Globe and Mail: Beedie selects veteran Ali Dastmalchian as its new dean
Sep 25, 2015
Tags: Ali Dastmalchian, appointment, Beedie School of Business, Dean, education, Executive MBA, Executive MBA in Indigenous Business and Leadership, Globe and Mail, programs, research, teaching
The following article was published by the Globe and Mail on September 18.
By Jennifer Lewington.
Simon Fraser University’s Beedie School of Business has tapped a veteran dean, international researcher and award-winning teacher as its next leader, effective Jan 1.
Ali Dastmalchian says the opportunity to lead a school with Western Canada’s largest business undergraduate program, a fast-growing menu of graduate programs and a focus on entrepreneurship and sustainability proved irresistible.
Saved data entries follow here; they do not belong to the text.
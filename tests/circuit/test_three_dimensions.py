"""Resonators of the circuit against solutions of the same copper in three dimensions.

Tolerances: what the models state, 0.5 % in frequency, 3 % in coupling, 0.1 % in the shift by a tap and 5 %
in external Q; the solutions' own mesh errors stand beside them.
"""

from __future__ import annotations

import numpy as np
import pytest
from reference_data import rows, table
from scipy.optimize import brentq

from layoutgen.circuit import NO_LOSSES, Circuit, SectionSolver
from layoutgen.comb import ChipLoad, Comb, Feed, Resonator, Segment, Stack, ViaRow

MM = 1e-3
VIAS = ViaRow(count=2, pitch=0.7 * MM, drill=0.4 * MM, finished=0.3 * MM, pad=0.6 * MM)


def comb_of(
    case: dict, *, places: list[float], cover: float, box: float, tap: float, feed_width: float
) -> Comb:
    """Equal resonators at given places across a box; copper so thin that its thickness does not count."""
    stack = Stack(
        height=case["height"] * MM,
        eps_r=case["eps_r"],
        tan_delta=0.0,
        conductor=1e-6,
        conductivity=5.8e7,
        roughness=0.0,
        cover=cover * MM,
    )
    load = ChipLoad(
        case="0402",
        capacitance=case["load_pf"] * 1e-12,
        tolerance=0.0,
        resistance=0.0,
        inductance=0.0,
        body_length=1 * MM,
        body_width=0.5 * MM,
        body_height=0.5 * MM,
        current_height=0.25 * MM,
        land_length=0.5 * MM,
        land_width=0.6 * MM,
        land_gap=0.5 * MM,
        pad_length=1.2 * MM,
        pad_width=1.3 * MM,
        via_offset=0.9 * MM,
        vias=VIAS,
    )
    line = Segment(length=case["length"] * MM, width=case["width"] * MM)
    resonators = tuple(
        Resonator(x=x * MM, segments=(line,), short=VIAS, overhang=0.3 * MM, load=load) for x in places
    )
    first, last = (
        Feed(resonator=i, side=side, tap=tap * MM, width=feed_width * MM, impedance=50.0, launch=None)
        for i, side in ((0, "left"), (len(places) - 1, "right"))
    )
    return Comb(
        stack=stack,
        resonators=resonators,
        feeds=(first, last),
        width=max(places[-1] + 12, box) * MM,
        height=30 * MM,
        short_line=8 * MM,
        ground_clearance=6 * MM,
        feed_clearance=2 * MM,
        side_walls=(0.0, box * MM),
    )


def test_one_resonator_alone():
    case = table("three-dimensional.toml", "alone")
    comb = comb_of(case, places=[12.0, 60.0], cover=8.0, box=24.0, tap=4.0, feed_width=1.77)
    circuit = Circuit(comb, SectionSolver(comb.stack, comb.width), strips=[0])

    found = brentq(lambda f: circuit.input_admittance([f], 0)[0].imag, 1.5e9, 1.9e9)

    assert found == pytest.approx(case["frequency"] * 1e9, rel=0.005, abs=0)


def test_two_resonators_coupled():
    case = table("three-dimensional.toml", "pair")
    half = case["width"] + case["gap"]
    places = [12 + case["width"] / 2, 12 + case["width"] / 2 + half]
    comb = comb_of(case, places=places, cover=8.0, box=sum(places), tap=4.0, feed_width=1.77)

    even, odd = Circuit(comb, SectionSolver(comb.stack, comb.width)).pair_resonances(1.7e9)

    k = (odd**2 - even**2) / (odd**2 + even**2)
    assert k == pytest.approx(case["k"], rel=0.03, abs=0)


@pytest.mark.parametrize(
    "case", rows("three-dimensional.toml", "tapped"), ids=lambda c: f"{c['eps_r']} {c['tap']}"
)
def test_a_tapped_resonator(case):
    """The tap raises the resonance by 1 to 2 %, which in a filter of 5 % is a third of the band."""
    comb = comb_of(
        case, places=[8.0, 60.0], cover=6.0, box=15.0, tap=case["tap"], feed_width=case["feed_width"]
    )
    circuit = Circuit(comb, SectionSolver(comb.stack, comb.width), strips=[0])
    free = brentq(lambda f: circuit.input_admittance([f], 0)[0].imag, 1.2e9, 3.5e9)

    pole = _pole(circuit, free)

    external_q = abs(pole.real / (2 * pole.imag))
    assert pole.real / free == pytest.approx(case["ratio"], rel=1e-3, abs=0)
    assert external_q == pytest.approx(case["external_q"], rel=0.05, abs=0)


def _pole(circuit: Circuit, near: float) -> complex:
    """Complex resonance with the feed in its own impedance, the pole of S11."""
    f = near * np.linspace(0.9, 1.12, 89)
    # a rational function of low order through S11 over frequency, by a linear fit (Levy 1959)
    x = (f - near) / near
    s = circuit.scattering(f, NO_LOSSES)[:, 0, 0]
    numerator, denominator = np.vander(x, 5), np.vander(x, 5)[:, :-1]
    fitted = np.linalg.lstsq(np.hstack([numerator, -s[:, None] * denominator]), s, rcond=None)[0]
    roots = np.roots(np.append(fitted[5:], 1.0))
    return complex(near * (1 + roots[np.argmin(np.abs(roots))]))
“In my view, Beedie has always been a nimble, innovative and very connected-to-the-business-community school,” he says. “What they are trying to do is very interesting.”
Currently a professor of organizational studies and international business at the University of Victoria’s Gustavson School of Business, Dr. Dastmalchian served as its dean for 10 years until 2012. During his tenure, he secured donors to name the school and graduate programs, introduced new graduate-level programs and oversaw successful efforts to gain international accreditation for Gustavson. Previously, he was dean of the faculty of management at the University of Lethbridge for five years until 2001.
At Gustavson, growth was an underlying theme for Dr. Dastmalchian. But he says Beedie is at a different stage of development as an internationally accredited school that has seen the introduction of five graduate programs, including an international executive MBA, aboriginal leadership and technology commercialization, over the past five years.
“They have grown tremendously and developed new programs under previous deans,” he says. “It is time now to position these programs in a way that allows Beedie and Simon Fraser to shine.”
With the Burnaby, B.C., university’s stated strategy to engage with the broader community, says Dr. Dastmalchian, “that gives me a lot of room to work with the faculty and the university to create a better identity for the school and better branding in terms of a business program that is different and fully engaged with stakeholders.”
He hopes to build on Beedie’s track record of working with industry, including Vancouver’s vibrant startup sector, by raising the profile of existing programs such as the recently introduced certificate in science and technology commercialization. But he also hopes to build on the school’s international activities.
Currently, he is the president and chair of the board of Global Leadership and Organizational Behaviour Effectiveness Research and Education Foundation, a research project on culture and leadership in 62 countries.
When a job recruiter called this year about the deanship at Beedie, Dr. Dastmalchian had recently returned from a leave to continue his research and teaching activities on the Gustavson faculty.
Then he remembered what he liked about being a dean.
“The idea of engaging the community, students and innovative faculty and taking it to a higher level is something I like doing,” he says. “I believe in business education.”